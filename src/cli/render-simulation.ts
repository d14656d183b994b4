// The simulation at the CLI's edge: one line for `check`, a few for `simulate`,
// and the waveforms as CSV for a spreadsheet. Pure text; the data comes from
// src/core/sim/report.ts.
import { csvLine } from "../core/csv-escape.ts";
import {
  delayWords,
  describeConditions,
  whyBeyond,
  type RunSummary,
  type SimulationOutcome,
  type SimulationReport,
} from "../core/sim/report.ts";
import type { Trace } from "../core/sim/simulate.ts";
import { formatSI } from "../core/units.ts";

const v = (x: number) => formatSI(x, "V");

/** A result's simulation outcome as the report or the reason it did not run. */
export function outcomeReport(o: SimulationOutcome): SimulationReport | SimulationSkip {
  return o.ran ? o.report : { topology: o.topology, reason: o.reason };
}

/** What the simulation could not do for a topology (a role with no part, an unrated column). */
export type SimulationSkip = { topology: string; reason: string };

/** One line: "simulation: largest error 176 mV at 200 Hz (rms 20.4 mV), 38.1 mV at 2.00 Hz; inside the worst case 620 mV by 444 mV". */
export function simulationLine(r: SimulationReport | SimulationSkip): string {
  if ("reason" in r) return `simulation: not run (${r.reason})`;
  const head = `simulation: largest error ${v(r.fast.max_error_v)} at ${formatSI(r.fast.frequency_hz, "Hz")} (rms ${v(r.fast.rms_error_v)}), ${v(r.slow.max_error_v)} at ${formatSI(r.slow.frequency_hz, "Hz")}`;
  const c = r.comparison;
  if (!c) return head;
  if (c.within) return `${head}; inside the static worst case ${v(c.worst_case_v)} by ${v(c.margin_v)}`;
  return `${head}; BEYOND the static worst case ${v(c.worst_case_v)} by ${v(-c.margin_v)}: distrust the budget, ${whyBeyond(r)}`;
}

function runLines(label: string, s: RunSummary): string[] {
  const lines = [
    `  ${label} ${formatSI(s.frequency_hz, "Hz")}: largest error ${v(s.max_error_v)} at ${formatSI(s.max_error_at_s, "s")} into the period, rms ${v(s.rms_error_v)}`,
  ];
  if (s.reference_delay_s > 0) lines.push(`    ${delayWords(s.reference_delay_s)}`);
  if (s.at_max_error.length > 0) lines.push(`    then ${describeConditions(s.at_max_error)}`);
  if (s.dead_time_s !== null)
    lines.push(`    rectifier dead time ${formatSI(s.dead_time_s, "s")} at each zero crossing`);
  if (s.slewing.length > 0) lines.push(`    slewing: ${s.slewing.join(", ")}`);
  if (s.clipped.length > 0) lines.push(`    pinned at a swing limit: ${s.clipped.join(", ")}`);
  return lines;
}

/** The text report of `railsieve simulate` for one design. */
export function simulationText(
  designId: string,
  reports: readonly (SimulationReport | SimulationSkip)[],
  parts: readonly string[],
): string {
  const out: string[] = [`${designId}`];
  for (const r of reports) {
    out.push(`topology ${r.topology}${parts.length > 0 ? ` with ${parts.join(", ")}` : ""}`);
    if ("reason" in r) {
      out.push(`  not simulated: ${r.reason}`);
      continue;
    }
    out.push(...runLines("at", r.fast), ...runLines("at", r.slow));
    out.push(`  ${simulationLine(r).replace(/^simulation: [^;]*;?\s*/, "") || "no static budget to compare with"}`);
  }
  return `${out.join("\n")}\n`;
}

/** The JSON block of one topology (SPEC §13): what `check --format json` adds per design and topology. */
export function simulationJson(r: SimulationReport | SimulationSkip) {
  if ("reason" in r) return { ran: false, reason: r.reason };
  const run = (s: RunSummary) => ({
    frequency_hz: s.frequency_hz,
    max_error_v: s.max_error_v,
    max_error_at_s: s.max_error_at_s,
    rms_error_v: s.rms_error_v,
    at_max_error: s.at_max_error,
    dead_time_s: s.dead_time_s,
    reference_delay_s: s.reference_delay_s,
    slewing: s.slewing,
    clipped: s.clipped,
  });
  return {
    ran: true,
    fast: run(r.fast),
    slow: run(r.slow),
    ...(r.comparison
      ? {
          worst_case_v: r.comparison.worst_case_v,
          within_worst_case: r.comparison.within,
          margin_v: r.comparison.margin_v,
          distrust: r.comparison.distrust,
        }
      : {}),
  };
}

const COLUMN_UNITS: Record<string, string> = { time: "time_s", sign: "sign", code: "code" };

function columnName(c: string): string {
  return COLUMN_UNITS[c] ?? `${c}_v`;
}

/** Waveforms of one or more runs as one CSV: topology, frequency, then the union of their columns. */
export function simulationCsv(runs: readonly { topology: string; trace: Trace }[]): string {
  const names: string[] = [];
  for (const { trace } of runs) for (const c of trace.columns) if (!names.includes(c)) names.push(c);
  const lines = [csvLine(["topology", "frequency_hz", ...names.map(columnName)])];
  for (const { topology, trace } of runs) {
    const index = names.map((n) => trace.columns.indexOf(n));
    const rows = trace.values[0]?.length ?? 0;
    for (let r = 0; r < rows; r++) {
      const cells: (string | number)[] = [topology, trace.frequency_hz];
      for (const i of index) cells.push(i < 0 ? "" : Number((trace.values[i]?.[r] ?? 0).toPrecision(7)));
      lines.push(csvLine(cells));
    }
  }
  return `${lines.join("\n")}\n`;
}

WHAT TO PRODUCE:
All of the entries above are to be written out again exactly.

SOLUTION TO THIS PROBLEM:
filename src/cli/render-simulation.ts
repository d14656d183b994b4
// The simulation at the CLI's edge: one line for `check`, a few for `simulate`,
// and the waveforms as CSV for a spreadsheet. Pure text; the data comes from
// src/core/sim/report.ts.
import { csvLine } from "../core/csv-escape.ts";
import {
  delayWords,
  describeConditions,
  whyBeyond,
  type RunSummary,
  type SimulationOutcome,
  type SimulationReport,
} from "../core/sim/report.ts";
import type { Trace } from "../core/sim/simulate.ts";
import { formatSI } from "../core/units.ts";

const v = (x: number) => formatSI(x, "V");

/** A result's simulation outcome as the report or the reason it did not run. */
export function outcomeReport(o: SimulationOutcome): SimulationReport | SimulationSkip {
  return o.ran ? o.report : { topology: o.topology, reason: o.reason };
}

/** What the simulation could not do for a topology (a role with no part, an unrated column). */
export type SimulationSkip = { topology: string; reason: string };

/** One line: "simulation: largest error 176 mV at 200 Hz (rms 20.4 mV), 38.1 mV at 2.00 Hz; inside the worst case 620 mV by 444 mV". */
export function simulationLine(r: SimulationReport | SimulationSkip): string {
  if ("reason" in r) return `simulation: not run (${r.reason})`;
  const head = `simulation: largest error ${v(r.fast.max_error_v)} at ${formatSI(r.fast.frequency_hz, "Hz")} (rms ${v(r.fast.rms_error_v)}), ${v(r.slow.max_error_v)} at ${formatSI(r.slow.frequency_hz, "Hz")}`;
  const c = r.comparison;
  if (!c) return head;
  if (c.within) return `${head}; inside the static worst case ${v(c.worst_case_v)} by ${v(c.margin_v)}`;
  return `${head}; BEYOND the static worst case ${v(c.worst_case_v)} by ${v(-c.margin_v)}: distrust the budget, ${whyBeyond(r)}`;
}

function runLines(label: string, s: RunSummary): string[] {
  const lines = [
    `  ${label} ${formatSI(s.frequency_hz, "Hz")}: largest error ${v(s.max_error_v)} at ${formatSI(s.max_error_at_s, "s")} into the period, rms ${v(s.rms_error_v)}`,
  ];
  if (s.reference_delay_s > 0) lines.push(`    ${delayWords(s.reference_delay_s)}`);
  if (s.at_max_error.length > 0) lines.push(`    then ${describeConditions(s.at_max_error)}`);
  if (s.dead_time_s !== null)
    lines.push(`    rectifier dead time ${formatSI(s.dead_time_s, "s")} at each zero crossing`);
  if (s.slewing.length > 0) lines.push(`    slewing: ${s.slewing.join(", ")}`);
  if (s.clipped.length > 0) lines.push(`    pinned at a swing limit: ${s.clipped.join(", ")}`);
  return lines;
}

/** The text report of `railsieve simulate` for one design. */
export function simulationText(
  designId: string,
  reports: readonly (SimulationReport | SimulationSkip)[],
  parts: readonly string[],
): string {
  const out: string[] = [`${designId}`];
  for (const r of reports) {
    out.push(`topology ${r.topology}${parts.length > 0 ? ` with ${parts.join(", ")}` : ""}`);
    if ("reason" in r) {
      out.push(`  not simulated: ${r.reason}`);
      continue;
    }
    out.push(...runLines("at", r.fast), ...runLines("at", r.slow));
    out.push(`  ${simulationLine(r).replace(/^simulation: [^;]*;?\s*/, "") || "no static budget to compare with"}`);
  }
  return `${out.join("\n")}\n`;
}

/** The JSON block of one topology (SPEC §13): what `check --format json` adds per design and topology. */
export function simulationJson(r: SimulationReport | SimulationSkip) {
  if ("reason" in r) return { ran: false, reason: r.reason };
  const run = (s: RunSummary) => ({
    frequency_hz: s.frequency_hz,
    max_error_v: s.max_error_v,
    max_error_at_s: s.max_error_at_s,
    rms_error_v: s.rms_error_v,
    at_max_error: s.at_max_error,
    dead_time_s: s.dead_time_s,
    reference_delay_s: s.reference_delay_s,
    slewing: s.slewing,
    clipped: s.clipped,
  });
  return {
    ran: true,
    fast: run(r.fast),
    slow: run(r.slow),
    ...(r.comparison
      ? {
          worst_case_v: r.comparison.worst_case_v,
          within_worst_case: r.comparison.within,
          margin_v: r.comparison.margin_v,
          distrust: r.comparison.distrust,
        }
      : {}),
  };
}

const COLUMN_UNITS: Record<string, string> = { time: "time_s", sign: "sign", code: "code" };

function columnName(c: string): string {
  return COLUMN_UNITS[c] ?? `${c}_v`;
}

/** Waveforms of one or more runs as one CSV: topology, frequency, then the union of their columns. */
export function simulationCsv(runs: readonly { topology: string; trace: Trace }[]): string {
  const names: string[] = [];
  for (const { trace } of runs) for (const c of trace.columns) if (!names.includes(c)) names.push(c);
  const lines = [csvLine(["topology", "frequency_hz", ...names.map(columnName)])];
  for (const { topology, trace } of runs) {
    const index = names.map((n) => trace.columns.indexOf(n));
    const rows = trace.values[0]?.length ?? 0;
    for (let r = 0; r < rows; r++) {
      const cells: (string | number)[] = [topology, trace.frequency_hz];
      for (const i of index) cells.push(i < 0 ? "" : Number((trace.values[i]?.[r] ?? 0).toPrecision(7)));
      lines.push(csvLine(cells));
    }
  }
  return `${lines.join("\n")}\n`;
}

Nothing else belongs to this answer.